The first slow-light breakthrough for Hau and her colleagues came in March 1998. Later that summer, they successfully slowed a light beam to 38 miles per hour, the speed of suburban traffic. That’s 2 million times slower than the speed of light in free space. By tinkering with the system, Hau and her team made light stop completely in the summer of 2000.
These breakthroughs may eventually be used in advanced optical-communication applications. “Light can carry enormous amounts of information through changes in its frequency, phase, intensity or other properties,” Hau said. When the light pulse stops its information is suspended and stored, just as information is stored in the memory of a computer. Light-carrying quantum bits could carry significantly more information than current computer bits. Quantum computers could also be more secure by encrypting information in elaborate codes that could be broken only by using a laser and complex decoding formulas.
Hau’s team is also using slow light as a completely new probe of the very odd properties of Bose-Einstein condensates. For example, with the light roadblock the team created, they can study waves and dramatic rotating-vortex patterns in the condensates.

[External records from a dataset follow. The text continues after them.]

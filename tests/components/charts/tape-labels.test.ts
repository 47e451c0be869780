import { describe, expect, it } from 'vitest';
import { scrollBetweenLabels, tapeLabels } from '../../../components/charts/tape-labels.ts';

const hours = [10, 100, 190, 280, 350].map((x, i) => ({ x, label: `0${i}:00`, isDayStart: false }));
const labels = (nowX: number) => tapeLabels({ hours, nowX, widthPx: 360 }, 16);

describe('the hours under the tape', () => {
  it('stand wholly in sight, the first and the last too', () => {
    const { hours: shown, now } = labels(145);
    expect(shown.map((hour) => hour.x)).toEqual([17.6, 100, 190, 280, 342.4]);
    expect(now.x).toBe(145);
  });

  it.each([
    [100, ['00:00', '02:00', '03:00', '04:00']],
    [130, ['00:00', '02:00', '03:00', '04:00']],
    [137, ['00:00', '01:00', '02:00', '03:00', '04:00']],
    [10, ['01:00', '02:00', '03:00', '04:00']],
  ])('give way to a now at %d only where the two would touch', (nowX, shown) => {
    expect(labels(nowX).hours.map((hour) => hour.label)).toEqual(shown);
  });

  it('are not cut by where the tape is scrolled to', () => {
    expect(scrollBetweenLabels([10, 100, 190], 95, 16)).toBe(80);
    expect(scrollBetweenLabels([10, 100, 190], 110, 16)).toBe(80);
    expect(scrollBetweenLabels([10, 100, 190], 140, 16)).toBe(140);
    expect(scrollBetweenLabels([10], 5, 16)).toBe(0);
  });
});
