import { useMemo } from 'react';
import type { Test } from '#shared/contract/records.ts';
import { useManyPoints } from '../../hooks/use-many-points.ts';
import { useHandDoses } from '../../hooks/use-records.ts';
import { useRunsBetween } from '../../hooks/use-runs-between.ts';
import { useDoses } from '../../hooks/use-telemetry.ts';
import type { LaneInput } from '../charts/lane-model.ts';
import type { TimeRange } from '../charts/time-axis.ts';
import { doseLane, showsPortions } from './dose-lane.ts';
import { fetchWindow, pointCount } from './fetch-window.ts';
import { nutrientLane } from './nutrient-lane.ts';
import { probeLane, type ProbeGroup } from './probe-lanes.ts';

/** As fine as the server gives it, so that a bucket falls into the right day of the site. */
const doseBuckets = 5000;

export interface OverlayLanes {
  readonly nutrients: readonly LaneInput[];
  readonly dose: LaneInput;
  readonly probes: readonly LaneInput[];
  readonly isFetching: boolean;
  readonly error: Error | null;
}

/** The lanes of a system over a range, from the cache where they are known, and from the server around the range. */
export function useOverlayLanes(
  systemId: string,
  range: TimeRange,
  zone: string,
  tests: readonly Test[] | undefined,
  groups: readonly ProbeGroup[],
): OverlayLanes {
  const window = useMemo(() => fetchWindow(range), [range]);
  const isNear = showsPortions(range);
  const doses = useDoses(systemId, window, doseBuckets);
  const handDoses = useHandDoses(systemId);
  const { runs } = useRunsBetween(systemId, window, isNear);
  // What is computed stands on series that may have a lane of their own too.
  const seriesIds = useMemo(() => [...new Set(groups.flatMap((group) => group.series.map((series) => series.id)))], [groups]);
  const points = useManyPoints(systemId, seriesIds, window, pointCount(range));

  const nutrients = useMemo(() => [nutrientLane('nitrate', tests), nutrientLane('phosphate', tests)], [tests]);
  const dose = useMemo(
    () => doseLane({ doses: doses.data, runs, handDoses: handDoses.data ?? [] }, isNear, zone),
    [doses.data, runs, handDoses.data, isNear, zone],
  );
  const { bySeriesId } = points;
  const probes = useMemo(() => groups.map((group) => probeLane(group, bySeriesId)), [groups, bySeriesId]);
  return { nutrients, dose, probes, isFetching: points.isFetching || doses.isFetching, error: points.error ?? doses.error };
}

The Harvard research team includes Hau; Drs. Zachary Dutton, Chien Liu, Brian Busch and Michael Budde; and graduate students Christopher Slowe, Naomi Ginsberg and Cyrus Behroozi. More information about Hau’s research is available on the Internet, at http://www.physics.harvard.edu/fac_staff/hau.html.

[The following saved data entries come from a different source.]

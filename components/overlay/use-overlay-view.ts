import { useCallback, useMemo, useState } from 'react';
import { useNow } from '../../hooks/use-now.ts';
import { useSettled } from '../../hooks/use-settled.ts';
import type { ChartView } from '../charts/chart-keys.ts';
import { presetOf, presetRange, startPreset, type Preset } from '../charts/presets.ts';
import type { AxisLimits, TimeRange } from '../charts/time-axis.ts';

const minuteMs = 60_000;
const dayMs = 1440 * minuteMs;

/** How often a range that ends now moves on. */
const followEveryMs = 30_000;
const settleMs = 250;

type Shown = { readonly preset: Preset } | { readonly range: TimeRange };

export interface OverlayView {
  readonly view: ChartView;
  /** The range after the last gesture ended. */
  readonly settledRange: TimeRange;
  readonly limits: AxisLimits;
  readonly preset: Preset | null;
  readonly nowMs: number;
  readonly onView: (view: ChartView) => void;
  readonly onHold: (isHeld: boolean) => void;
  readonly choosePreset: (preset: Preset) => void;
}

/** What the chart stack shows: a preset, which follows the time, or a range that a person moved to. */
export function useOverlayView(earliestMs: number): OverlayView {
  const nowMs = useNow(followEveryMs);
  const [shown, setShown] = useState<Shown>({ preset: startPreset });
  const [crosshairMs, setCrosshairMs] = useState<number | null>(null);
  const limits = useMemo<AxisLimits>(
    () => ({ earliestMs: Math.min(earliestMs, nowMs - 366 * dayMs), latestMs: nowMs, minSpanMs: 10 * minuteMs, maxSpanMs: 731 * dayMs }),
    [earliestMs, nowMs],
  );
  const range = useMemo(() => ('range' in shown ? shown.range : presetRange(shown.preset, nowMs)), [shown, nowMs]);
  const [isHeld, setIsHeld] = useState(false);
  const settledRange = useSettled(range, settleMs, isHeld);
  const onView = useCallback(
    (next: ChartView) => {
      setCrosshairMs(next.crosshairMs);
      if (next.range === range) return;
      const preset = presetOf(next.range, nowMs);
      setShown(preset ? { preset } : { range: next.range });
    },
    [range, nowMs],
  );
  const choosePreset = useCallback((preset: Preset) => setShown({ preset }), []);
  const view = useMemo(() => ({ range, crosshairMs }), [range, crosshairMs]);
  return { view, settledRange, limits, preset: 'preset' in shown ? shown.preset : null, nowMs, onView, onHold: setIsHeld, choosePreset };
}
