import { SiteScreen } from '../../components/site/site-screen.tsx';
import { useParam } from '../../hooks/use-param.ts';

export default function SiteRoute() {
  return <SiteScreen siteId={useParam('siteId')} />;
}
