import { describe, expect, it } from 'vitest';
import type { ExtraDose, Slot, Tape } from '#shared/contract/telemetry.ts';
import { itemAt, tapeItems, tapeModel, type TapeFrame, type TapeKind } from '../../../components/charts/drop-tape-model.ts';
import { itemWords, kindWords, tapeSentence } from '../../../components/charts/drop-tape-words.ts';

const hourMs = 3_600_000;
const fromT = Date.parse('2026-06-01T00:00:00Z');
const at = (hours: number) => fromT + hours * hourMs;
const pump = '01900000-0000-7000-8000-000000000001';

const slot = (hours: number, mark: Slot['mark'], rest: Partial<Slot> = {}): Slot => ({
  headId: null,
  deviceId: pump,
  head: 1,
  dueT: at(hours),
  ml: 0.5,
  mark,
  deliveredMl: mark === 'delivered' ? 0.5 : 0,
  runId: null,
  ...rest,
});
const extra = (kind: ExtraDose['kind'], hours: number, rest: Partial<ExtraDose> = {}): ExtraDose => ({
  kind,
  t: at(hours),
  ml: 2,
  deviceId: kind === 'hand' ? null : pump,
  head: kind === 'hand' ? null : 1,
  sourceId: `${kind} ${hours}`,
  ...rest,
});
const tapeOf = (slots: Slot[], extras: ExtraDose[] = []): Tape => ({
  fromT,
  toT: at(24),
  nowT: at(14),
  slots,
  extras,
  givenMl: 0,
  plannedMl: 0,
  plannedSoFarMl: 0,
});
const frame: TapeFrame = { widthPx: 358, remPx: 16, zone: 'UTC', nowMs: at(14) };
const hourly = (count: number, startHour = 8) =>
  Array.from({ length: count }, (_, i) => slot(startHour + i, startHour + i < 14 ? 'delivered' : 'planned'));

describe('tapeModel', () => {
  it('draws one drop a portion in boxes of 14 that do not touch', () => {
    const model = tapeModel(tapeOf(hourly(12)), frame);
    expect(model.boxPx).toBe(14);
    const xs = model.lines[0]?.drops.map((drop) => drop.x) ?? [];
    expect(xs).toHaveLength(12);
    expect(xs.slice(1).every((x, i) => x - (xs[i] ?? 0) >= 14)).toBe(true);
  });
  it('shrinks the boxes, to no less than 10, before it goes over to bars', () => {
    const every = (minutes: number, count: number) => Array.from({ length: count }, (_, i) => slot(8 + (i * minutes) / 60, 'planned'));
    expect(tapeModel(tapeOf(every(31, 20)), frame).boxPx).toBe(14);
    const closer = tapeModel(tapeOf(every(24, 20)), frame);
    expect(closer.boxPx).toBe(10);
    expect(closer.lines[0]?.bars).toEqual([]);
    expect(tapeModel(tapeOf(every(10, 20)), frame).lines[0]?.bars.length).toBe(4);
  });
  it('draws a bar an hour above 24 slots a day, with what is a question kept single', () => {
    const marks: Partial<Record<number, Slot['mark']>> = { 3: 'missed', 7: 'unheard' };
    const slots = Array.from({ length: 48 }, (_, i) => slot(i / 2, marks[i] ?? (i < 28 ? 'delivered' : 'planned')));
    const [line] = tapeModel(tapeOf(slots, [extra('unplanned', 10.2), extra('hand', 11)]), { ...frame, widthPx: 1200 }).lines;
    expect(line?.bars).toHaveLength(24);
    expect(line?.drops.map((drop) => drop.item.kind)).toEqual(['missed', 'unheard', 'unplanned', 'hand']);
    expect(line?.bars[0]).toMatchObject({ plannedShare: 1, givenShare: 1 });
    expect(line?.bars[1]).toMatchObject({ plannedShare: 1, givenShare: 0.5 });
    expect(line?.bars[20]).toMatchObject({ plannedShare: 1, givenShare: 0 });
  });
  it('puts the now-line about two thirds along where the tape is wider than the screen', () => {
    const slots = Array.from({ length: 24 }, (_, i) => slot(6 + i / 2, 'planned'));
    const model = tapeModel(tapeOf(slots), frame);
    expect(model.widthPx).toBeGreaterThan(frame.widthPx);
    // Not to the pixel: no hour's text is cut at the left edge.
    const shareOfScreen = (model.nowX - model.scrollX) / frame.widthPx;
    expect(shareOfScreen).toBeGreaterThanOrEqual(2 / 3 - 1e-6);
    expect(shareOfScreen).toBeLessThan(0.8);
    expect(model.hours.every((hour) => Math.abs(hour.x - model.scrollX) > 17)).toBe(true);
  });
  it('does not scroll past either end of the day', () => {
    const slots = Array.from({ length: 24 }, (_, i) => slot(6 + i / 2, 'planned'));
    expect(tapeModel(tapeOf(slots), { ...frame, nowMs: at(1) }).scrollX).toBe(0);
    const evening = tapeModel(tapeOf(slots), { ...frame, nowMs: at(23.9) });
    expect(evening.scrollX).toBeLessThanOrEqual(evening.widthPx - frame.widthPx);
  });
  it('gives each head a line of its own', () => {
    const slots = [slot(9, 'delivered'), slot(9, 'delivered', { head: 10 }), slot(10, 'planned', { head: 2 })];
    const model = tapeModel(tapeOf(slots, [extra('hand', 12)]), frame);
    expect(model.lines.map((line) => line.head)).toEqual([1, 2, 10]);
    expect(model.lines[0]?.drops.map((drop) => drop.item.kind)).toEqual(['delivered', 'hand']);
  });
  it('puts a hand dose above the line, and an unplanned run only where it would cover a portion', () => {
    const model = tapeModel(tapeOf(hourly(3), [extra('hand', 8), extra('unplanned', 9.1), extra('unplanned', 16)]), frame);
    const rows = model.lines[0]?.drops.filter((drop) => drop.item.plannedMl === 0).map((drop) => [drop.item.kind, drop.row]);
    expect(rows).toEqual([
      ['hand', 'above'],
      ['unplanned', 'above'],
      ['unplanned', 'line'],
    ]);
  });
  it('pushes hand doses of the same minute apart', () => {
    const model = tapeModel(tapeOf([], [extra('hand', 8), extra('hand', 8.01)]), frame);
    const [first, second] = model.lines[0]?.drops ?? [];
    expect((second?.x ?? 0) - (first?.x ?? 0)).toBeGreaterThanOrEqual(10);
  });
  it('fills a running drop as far as it has given, never over', () => {
    const model = tapeModel(tapeOf([slot(13, 'running', { deliveredMl: 0.2 }), slot(14, 'running', { deliveredMl: 9 })]), frame);
    expect(model.lines[0]?.drops.map((drop) => drop.fillShare)).toEqual([0.4, 1]);
  });
  it('stands with nothing planned and nothing given', () => {
    const model = tapeModel(tapeOf([]), frame);
    expect(model.lines).toHaveLength(1);
    expect(model.lines[0]?.drops).toEqual([]);
    expect(model.widthPx).toBe(frame.widthPx);
  });
  it('lays a day of 25 hours out whole', () => {
    const dayStart = Date.parse('2026-10-24T23:00:00Z');
    const long: Tape = { ...tapeOf([]), fromT: dayStart, toT: Date.parse('2026-10-26T00:00:00Z') };
    const model = tapeModel(long, { ...frame, zone: 'Europe/Lisbon', nowMs: dayStart + 13 * hourMs, widthPx: 900 });
    expect(model.hours[0]).toMatchObject({ label: '00:00', isDayStart: true });
    expect(model.nowX).toBeCloseTo(10 + (880 * 13) / 25, 6);
  });
});

describe('itemAt', () => {
  const model = tapeModel(tapeOf(hourly(12)), frame);
  const line = model.lines[0];

  it('finds the portion under a finger, and none far from all', () => {
    expect(itemAt(model, line?.key ?? '', (line?.drops[3]?.x ?? 0) + 3)?.tMs).toBe(at(11));
    expect(itemAt(model, line?.key ?? '', 15)).toBeNull();
    expect(itemAt(model, 'another line', 100)).toBeNull();
  });
});

describe('tapeSentence', () => {
  it('counts what was given, what differs, and says when the next is due', () => {
    const slots = [...hourly(12).slice(0, 7), slot(14.2, 'planned')].map((one, i) =>
      i === 6 ? { ...one, mark: 'unheard' as const } : one,
    );
    expect(tapeSentence(tapeOf(slots), 'UTC', at(14))).toBe('6 of 8 portions given, 1 unheard, next 14:12');
  });
  it('names every mark once', () => {
    const marks: Slot['mark'][] = ['planned', 'running', 'delivered', 'partial', 'unheard', 'missed', 'held', 'interlocked'];
    const tape = tapeOf(
      marks.map((mark, i) => slot(i, mark)),
      [extra('hand', 9), extra('unplanned', 10)],
    );
    expect(tapeSentence(tape, 'UTC', at(14))).toBe(
      '1 of 8 portions given, 1 running now, 1 in part, 1 unheard, 1 missed, 1 held, 1 stopped by an alarm, 1 unplanned, 1 by hand, no more today',
    );
  });
  it('says that nothing is planned', () => {
    expect(tapeSentence(tapeOf([]), 'UTC', at(14))).toBe('No portion is planned');
    expect(tapeSentence(tapeOf([], [extra('hand', 9)]), 'UTC', at(14))).toBe('No portion is planned, 1 by hand');
  });
  it("tells times in the site's zone", () => {
    expect(tapeSentence(tapeOf([slot(16, 'planned')]), 'Asia/Kolkata', at(14))).toBe('0 of 1 portion given, next 21:30');
  });
});

describe('itemWords', () => {
  it('says what was planned and what came of it', () => {
    const words = tapeItems(tapeOf([slot(9, 'delivered'), slot(10, 'partial', { deliveredMl: 0.3 })], [extra('hand', 11)])).map((item) =>
      itemWords(item, 'UTC'),
    );
    expect(words).toEqual([
      '09:00: 0.50 mL planned, given',
      '10:00: 0.50 mL planned, given in part, 0.30 mL so far',
      '11:00: 2.0 mL by hand',
    ]);
  });
  it('has a word of its own for each mark', () => {
    const kinds = Object.keys(kindWords) as TapeKind[];
    expect(new Set(kinds.map((kind) => kindWords[kind])).size).toBe(kinds.length);
  });
});
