import { describe, expect, it } from 'vitest';
import { clampRange, panBy, pinch, spanOf, timeScale, zoomAbout, type AxisLimits } from '../../../components/charts/time-axis.ts';
import { presetOf, presetRange, presets } from '../../../components/charts/presets.ts';

const hourMs = 3_600_000;
const limits: AxisLimits = { earliestMs: 0, latestMs: 1000 * hourMs, minSpanMs: hourMs, maxSpanMs: 500 * hourMs };
const range = { fromMs: 400 * hourMs, toMs: 500 * hourMs };

describe('clampRange', () => {
  it('leaves a range that keeps to the limits', () => {
    expect(clampRange(range, limits)).toEqual(range);
  });
  it('shifts a range back from the latest time without squeezing it', () => {
    expect(clampRange({ fromMs: 950 * hourMs, toMs: 1050 * hourMs }, limits)).toEqual({ fromMs: 900 * hourMs, toMs: 1000 * hourMs });
  });
  it('shifts a range forward from the earliest time', () => {
    expect(clampRange({ fromMs: -10 * hourMs, toMs: 90 * hourMs }, limits)).toEqual({ fromMs: 0, toMs: 100 * hourMs });
  });
  it('widens what is too narrow about its centre and narrows what is too wide', () => {
    expect(clampRange({ fromMs: 10 * hourMs, toMs: 10 * hourMs }, limits)).toEqual({ fromMs: 9.5 * hourMs, toMs: 10.5 * hourMs });
    expect(spanOf(clampRange({ fromMs: 0, toMs: 900 * hourMs }, limits))).toBe(500 * hourMs);
  });
  it('shows at least the shortest span where there is less history than that', () => {
    const young = { ...limits, earliestMs: 999.9 * hourMs };
    expect(spanOf(clampRange(range, young))).toBe(hourMs);
  });
});

describe('panBy', () => {
  it('moves both ends by the same time', () => {
    expect(panBy(range, -50 * hourMs, limits)).toEqual({ fromMs: 350 * hourMs, toMs: 450 * hourMs });
  });
  it('stops at the latest time with the span kept', () => {
    expect(panBy(range, 10_000 * hourMs, limits)).toEqual({ fromMs: 900 * hourMs, toMs: 1000 * hourMs });
  });
});

describe('zoomAbout', () => {
  it('keeps the anchor in its place on the screen', () => {
    const anchorMs = 425 * hourMs;
    const zoomed = zoomAbout(range, 0.5, anchorMs, limits);
    expect(spanOf(zoomed)).toBe(50 * hourMs);
    expect((anchorMs - zoomed.fromMs) / spanOf(zoomed)).toBeCloseTo(0.25, 9);
  });
  it('goes no nearer than the shortest span and no further than the longest', () => {
    expect(spanOf(zoomAbout(range, 0.000001, 450 * hourMs, limits))).toBe(hourMs);
    expect(spanOf(zoomAbout(range, 1e6, 450 * hourMs, limits))).toBe(500 * hourMs);
  });
  it('keeps to the latest time when it is zoomed out at the end', () => {
    const zoomed = zoomAbout({ fromMs: 900 * hourMs, toMs: 1000 * hourMs }, 2, 950 * hourMs, limits);
    expect(zoomed).toEqual({ fromMs: 800 * hourMs, toMs: 1000 * hourMs });
  });
});

describe('pinch', () => {
  it('shows half the time when the fingers are twice as far apart', () => {
    const zoomed = pinch(range, [0.4, 0.6], [0.3, 0.7], limits);
    expect(spanOf(zoomed)).toBe(50 * hourMs);
    expect((zoomed.fromMs + zoomed.toMs) / 2).toBeCloseTo(450 * hourMs, 3);
  });
  it('keeps the time under the middle of both fingers under it', () => {
    const zoomed = pinch(range, [0.2, 0.4], [0.5, 0.9], limits);
    const middleBefore = range.fromMs + 0.3 * spanOf(range);
    const middleAfter = zoomed.fromMs + 0.7 * spanOf(zoomed);
    expect(Math.abs(middleAfter - middleBefore)).toBeLessThan(5);
  });
  it('survives two fingers in one place', () => {
    const zoomed = pinch(range, [0.5, 0.5], [0.5, 0.5], limits);
    expect(zoomed).toEqual(range);
  });
});

describe('timeScale', () => {
  it('turns times to places and back', () => {
    const scale = timeScale(range, 48, 300);
    expect(scale.toX(range.fromMs)).toBe(48);
    expect(scale.toX(range.toMs)).toBe(348);
    expect(scale.toMs(scale.toX(437 * hourMs))).toBeCloseTo(437 * hourMs, 3);
  });
});

describe('presets', () => {
  const nowMs = Date.parse('2026-06-01T12:00:00Z');
  it('runs from 24 hours to a year', () => {
    expect(presets.map((preset) => preset.label)).toEqual(['24 h', '3 d', '7 d', '30 d', '90 d', '1 y']);
  });
  it('recognises every preset from its own range, also a little later', () => {
    for (const preset of presets) {
      expect(presetOf(presetRange(preset, nowMs), nowMs)).toBe(preset);
      expect(presetOf(presetRange(preset, nowMs), nowMs + preset.spanMs / 100)).toBe(preset);
    }
  });
  it('recognises none in a range that was panned or zoomed', () => {
    const day = presetRange(presets[0] ?? { id: '', label: '', words: '', spanMs: 0 }, nowMs);
    expect(presetOf({ fromMs: day.fromMs - 4 * hourMs, toMs: day.toMs - 4 * hourMs }, nowMs)).toBeNull();
    expect(presetOf({ fromMs: day.fromMs - 4 * hourMs, toMs: day.toMs }, nowMs)).toBeNull();
  });
});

For information about NASA’s Fundamental Physics Program on the Internet, visit http://spaceresearch.nasa.gov or http://funphysics.jpl.nasa.gov.
Hau conducts research under NASA’s Fundamental Physics in Physical Sciences Research Program, part of the agency’s Office of Biological and Physical Research, Washington. NASA’s Jet Propulsion Laboratory, Pasadena, Calif., a division of the California Institute of Technology, Pasadena, manages the Fundamental Physics program.